At $3/gallon, that's between $75 and $90 for the typical fill up.
For some vehicles (really large SUVs, premium SUVs that take premium grade gas), I can see $200+ tanks at certain gas prices we've seen in our recent past.
So it makes sense for a gas station to do a pre authorization for $100, maybe $150.
The other thing, too, though, is that the hold/pre-auth doesn't matter if it's a credit card that you just pay at the end of the month. It gets sorted out before your statement balance gets billed to you. It can get annoying if you're using a debit card and your balance is low, but this is just another way that credit cards tend to be better than debit cards if you can handle the responsibility.
Pilot is a big truck station. I expect it isn't unusual for customers to buy $900 worth of diesel in a single fillup.
Its just quite a scary thing to see when you've never seen it before. My wife and I do this trip 2-3 times a year, several days of driving to and fro, yet only just now saw it, so it scared us.
Scares hell out of my wife as well. She's foreign and thinks she's getting ripped off. Having hell explaining to her how this works in America.
Used to be $50. $150 sounds pretty crazy, but ultimately shouldn't matter. I guess. 🤷🏻
Its credit, so i suppose it doesn't actually matter unless your card is super strict or something, still 150 is a scary amount for most Americans to see just suddenly charged. Even if its temporary.
Wife saw $50 and flipped her shit!
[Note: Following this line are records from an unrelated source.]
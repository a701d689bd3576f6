/**
 * The compartment diagram, drawn as vector graphics: a box per compartment (name, label,
 * volume), an arrow per route with its parameters, elimination routes pointing down out of
 * the body. Depots stand to the left of the central compartment, peripheral compartments
 * (and any others) to the right; a pair of opposite routes is drawn as two parallel arrows.
 */
import type { Model, ModelTransfer } from '../../models/building/model.ts';
import { contentLeft, contentTop, contentWidth, contentBottom, ensureSpace, font, palette, type } from './document.ts';
import { fmt, unitText } from './format.ts';
import type { Role } from './parameters.ts';

interface Box {
  index: number;
  cx: number;
  cy: number;
  w: number;
  h: number;
}

interface Point {
  x: number;
  y: number;
}

const boxW = 104;
const boxH = 44;
const labelWidth = 92;

function transferText(t: ModelTransfer, model: Model): string[] {
  const u = model.units;
  const lines: string[] = [];
  if (t.label) lines.push(t.label.length > 48 ? `${t.label.slice(0, 47)}…` : t.label);
  if (t.kinetics.kind === 'first-order') {
    lines.push(t.kinetics.clearance !== null ? `CL ${fmt(t.kinetics.clearance)} ${unitText(`${u.volume}/${u.time}`)}` : `k ${fmt(t.kinetics.k)} 1/${u.time}`);
  } else {
    lines.push(`Vmax ${fmt(t.kinetics.vmax)} ${unitText(`${u.amount}/${u.time}`)}`, `Km ${fmt(t.kinetics.km)} ${unitText(`${u.amount}/${u.volume}`)}`);
  }
  return lines;
}

function fitText(doc: PDFKit.PDFDocument, text: string, width: number): string {
  if (doc.widthOfString(text) <= width) return text;
  let s = text;
  while (s.length > 1 && doc.widthOfString(`${s}…`) > width) s = s.slice(0, -1);
  return `${s}…`;
}

/** Where a ray from inside a box, along d, leaves it. */
function exitPoint(box: Box, from: Point, d: Point): Point {
  const hw = box.w / 2;
  const hh = box.h / 2;
  let t = Infinity;
  if (d.x !== 0) t = Math.min(t, ((d.x > 0 ? box.cx + hw : box.cx - hw) - from.x) / d.x);
  if (d.y !== 0) t = Math.min(t, ((d.y > 0 ? box.cy + hh : box.cy - hh) - from.y) / d.y);
  return { x: from.x + t * d.x, y: from.y + t * d.y };
}

function arrow(doc: PDFKit.PDFDocument, a: Point, b: Point, color: string, dashed = false): void {
  const dx = b.x - a.x;
  const dy = b.y - a.y;
  const len = Math.hypot(dx, dy) || 1;
  const ux = dx / len;
  const uy = dy / len;
  const head = 5.5;
  const tip = { x: b.x, y: b.y };
  const base = { x: b.x - ux * head, y: b.y - uy * head };
  doc.save().lineWidth(0.9).strokeColor(color);
  if (dashed) doc.dash(2.5, { space: 1.8 });
  doc.moveTo(a.x, a.y).lineTo(base.x, base.y).stroke();
  doc.undash();
  doc
    .polygon([tip.x, tip.y], [base.x - uy * 2.6, base.y + ux * 2.6], [base.x + uy * 2.6, base.y - ux * 2.6])
    .fillColor(color)
    .fill();
  doc.restore();
}

/** Word-wraps one line to a width (a word longer than the width is left to be shortened). */
function wrap(doc: PDFKit.PDFDocument, text: string, width: number): string[] {
  const out: string[] = [];
  let line = '';
  for (const word of text.split(' ')) {
    const candidate = line ? `${line} ${word}` : word;
    if (line && doc.widthOfString(candidate) > width) {
      out.push(line);
      line = word;
    } else line = candidate;
  }
  if (line) out.push(line);
  return out;
}

/** A label block whose near edge sits `offset` points from `anchor` in direction n. The first of several lines is the route's name. */
function label(doc: PDFKit.PDFDocument, given: string[], anchor: Point, n: Point, offset = 3, maxWidth = labelWidth): void {
  doc.fontSize(type.tiny);
  const named = given.length > 1;
  const lines: string[] = [];
  const faces: boolean[] = [];
  given.forEach((l, i) => {
    doc.font(named && i === 0 ? font.italic : font.regular);
    for (const part of wrap(doc, l, maxWidth)) {
      lines.push(part);
      faces.push(named && i === 0);
    }
  });
  const widths = lines.map((l, i) => {
    doc.font(faces[i] ? font.italic : font.regular);
    return Math.min(maxWidth, doc.widthOfString(l));
  });
  const w = Math.max(...widths) + 3;
  const lh = type.tiny * 1.22;
  const h = lines.length * lh + 1;
  const extent = Math.abs(n.x) * (w / 2) + Math.abs(n.y) * (h / 2);
  const cx = anchor.x + n.x * (offset + extent);
  const cy = anchor.y + n.y * (offset + extent);
  doc.save().rect(cx - w / 2, cy - h / 2, w, h).fillColor('#ffffff').fillOpacity(0.92).fill().restore();
  lines.forEach((l, i) => {
    doc.font(faces[i] ? font.italic : font.regular).fontSize(type.tiny).fillColor(faces[i] ? palette.muted : palette.text);
    const text = fitText(doc, l, maxWidth);
    doc.text(text, cx - doc.widthOfString(text) / 2, cy - h / 2 + 0.8 + i * lh, { lineBreak: false });
  });
}

export function drawDiagram(doc: PDFKit.PDFDocument, model: Model, roles: Role[], central: number | null): void {
  const left = roles.flatMap((r, i) => (r === 'depot' ? [i] : []));
  const right: number[] = [];
  // Peripheral (and other) compartments share the two sides, the right one first, so that
  // neither column grows much taller than the other. Without a central compartment all
  // compartments stand in the middle column.
  roles.forEach((r, i) => {
    if (central !== null && (r === 'peripheral' || r === 'other')) (right.length <= left.length ? right : left).push(i);
  });
  const middle = central === null ? model.compartments.map((_, i) => i).filter((i) => !left.includes(i) && !right.includes(i)) : [central];
  const eliminations = model.transfers.filter((t) => t.to === null);
  // Room under a box for an elimination arrow (22) and its label.
  doc.font(font.regular).fontSize(type.tiny);
  const perBox = (t: ModelTransfer) => (eliminations.filter((e) => e.from === t.from).length > 1 ? 54 : 120);
  const labelLines = Math.max(0, ...eliminations.map((t) => transferText(t, model).reduce((n, line) => n + wrap(doc, line, perBox(t)).length, 0)));
  const elimSpace = eliminations.length > 0 ? 28 + labelLines * type.tiny * 1.25 + 4 : 0;
  const below = (i: number) => (eliminations.some((t) => t.from === i) ? elimSpace : 0);
  const gapY = 22;

  // Box centres relative to the middle column's centre; each column's boxes are centred on it.
  const columnX = [contentLeft + boxW / 2 + 6, contentLeft + contentWidth * 0.46, contentLeft + contentWidth - boxW / 2 - 6];
  const relative: Box[] = [];
  [left, middle, right].forEach((list, column) => {
    const offsets: number[] = [];
    let y = 0;
    for (const i of list) {
      offsets.push(y + boxH / 2);
      y += boxH + below(i) + gapY;
    }
    const mean = offsets.reduce((a, b) => a + b, 0) / Math.max(1, offsets.length);
    list.forEach((index, k) => relative.push({ index, cx: columnX[column], cy: offsets[k] - mean, w: boxW, h: boxH }));
  });
  const minTop = Math.min(...relative.map((b) => b.cy - boxH / 2));
  const maxBottom = Math.max(...relative.map((b) => b.cy + boxH / 2 + below(b.index)));
  const height = maxBottom - minTop + 8;
  const available = contentBottom - contentTop - 20;
  const scale = height > available ? available / height : 1;
  ensureSpace(doc, height * scale + 6);
  const top = doc.y + 4;

  doc.save();
  if (scale < 1) {
    doc.translate(contentLeft, top).scale(scale).translate(-contentLeft, -top);
  }
  const boxes = new Map<number, Box>();
  for (const b of relative) boxes.set(b.index, { ...b, cy: b.cy - minTop + top });

  // Routes between compartments, grouped by ordered pair; a pair with routes both ways is drawn as two offset arrows.
  const groups = new Map<string, ModelTransfer[]>();
  for (const t of model.transfers) {
    if (t.to === null || t.to === t.from) continue;
    const key = `${t.from}>${t.to}`;
    groups.set(key, [...(groups.get(key) ?? []), t]);
  }
  for (const [key, list] of groups) {
    const [from, to] = key.split('>').map(Number);
    const a = boxes.get(from) as Box;
    const b = boxes.get(to) as Box;
    const both = groups.has(`${to}>${from}`);
    const lo = Math.min(from, to);
    const ref = lo === from ? { a, b } : { a: b, b: a };
    const len = Math.hypot(ref.b.cx - ref.a.cx, ref.b.cy - ref.a.cy) || 1;
    const d = { x: (ref.b.cx - ref.a.cx) / len, y: (ref.b.cy - ref.a.cy) / len };
    // Normal pointing "up" for a left-to-right pair, so the forward arrow sits above.
    let normal = { x: d.y, y: -d.x };
    if (normal.y > 0 || (normal.y === 0 && normal.x < 0)) normal = { x: -normal.x, y: -normal.y };
    const side = both ? (from === lo ? 1 : -1) : 0;
    const shift = 4 * side;
    const dir = from === lo ? d : { x: -d.x, y: -d.y };
    const startInside = { x: a.cx + normal.x * shift, y: a.cy + normal.y * shift };
    const endInside = { x: b.cx + normal.x * shift, y: b.cy + normal.y * shift };
    const start = exitPoint(a, startInside, dir);
    const end = exitPoint(b, endInside, { x: -dir.x, y: -dir.y });
    const saturable = list.some((t) => t.kinetics.kind === 'saturable');
    arrow(doc, start, end, saturable ? palette.caution : palette.text, saturable);
    // Labels sit where the arrows fan out: nearer the outer box when one end is the central one.
    const along = from === central ? 0.64 : to === central ? 0.36 : 0.5;
    const mid = { x: start.x + (end.x - start.x) * along, y: start.y + (end.y - start.y) * along };
    const labelSide = side === 0 ? normal : { x: normal.x * side, y: normal.y * side };
    label(doc, list.flatMap((t) => transferText(t, model)), mid, labelSide, 2.5);
  }

  // Elimination routes: arrows down out of the box, spread when a compartment has several.
  for (const [index, box] of boxes) {
    const routes = eliminations.filter((t) => t.from === index);
    routes.forEach((t, k) => {
      const spread = routes.length > 1 ? (k - (routes.length - 1) / 2) * 56 : 0;
      const x = box.cx + spread;
      const y0 = box.cy + box.h / 2;
      const saturable = t.kinetics.kind === 'saturable';
      arrow(doc, { x, y: y0 }, { x, y: y0 + 22 }, saturable ? palette.caution : palette.text, saturable);
      label(doc, transferText(t, model), { x, y: y0 + 22 }, { x: 0, y: 1 }, 1.5, perBox(t));
    });
  }

  // Boxes last, over the arrow ends.
  for (const [index, box] of boxes) {
    const c = model.compartments[index];
    const isCentral = index === central;
    const x = box.cx - box.w / 2;
    const y = box.cy - box.h / 2;
    doc.save().roundedRect(x, y, box.w, box.h, 4).fillColor(isCentral ? '#e8f0f7' : '#ffffff').fill().restore();
    doc.save().lineWidth(isCentral ? 1.4 : 0.9).strokeColor(isCentral ? palette.accent : palette.text);
    if (c.volume === null) doc.dash(3, { space: 2 });
    doc.roundedRect(x, y, box.w, box.h, 4).stroke().undash().restore();
    const lines: [string, string][] = [[font.bold, c.id]];
    if (c.label && c.label !== c.id) lines.push([font.regular, c.label]);
    lines.push([font.regular, c.volume === null ? 'amount only' : `V ${fmt(c.volume)} ${unitText(model.units.volume)}`]);
    const lh = type.small * 1.25;
    let ty = box.cy - (lines.length * lh) / 2 + 0.5;
    for (const [face, text] of lines) {
      doc.font(face).fontSize(type.small).fillColor(palette.text);
      const fitted = fitText(doc, text, box.w - 8);
      doc.text(fitted, box.cx - doc.widthOfString(fitted) / 2, ty, { lineBreak: false });
      ty += lh;
    }
  }
  doc.restore();
  doc.x = contentLeft;
  doc.y = top + height * scale + 2;
  doc.font(font.regular).fontSize(type.body).fillColor(palette.text);
}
That used to be the normal charge, your post made me realize it's way higher now.
My condolences lol.
Think of it as not even being charged. The hold/pre-authorization is just there to make sure that it can charge you that much if it needs to, but it never actually does charge you. It just tells your bank/card issuer that it might want to charge you up to that much.
Hotels and rental cars do this with huge amounts, too, to make sure that they can charge you for the stuff you charge to the room or if you keep a rental car for an extra week. But you don't actually get charged for it until the merchant determines you did use those extra services for those extra charges.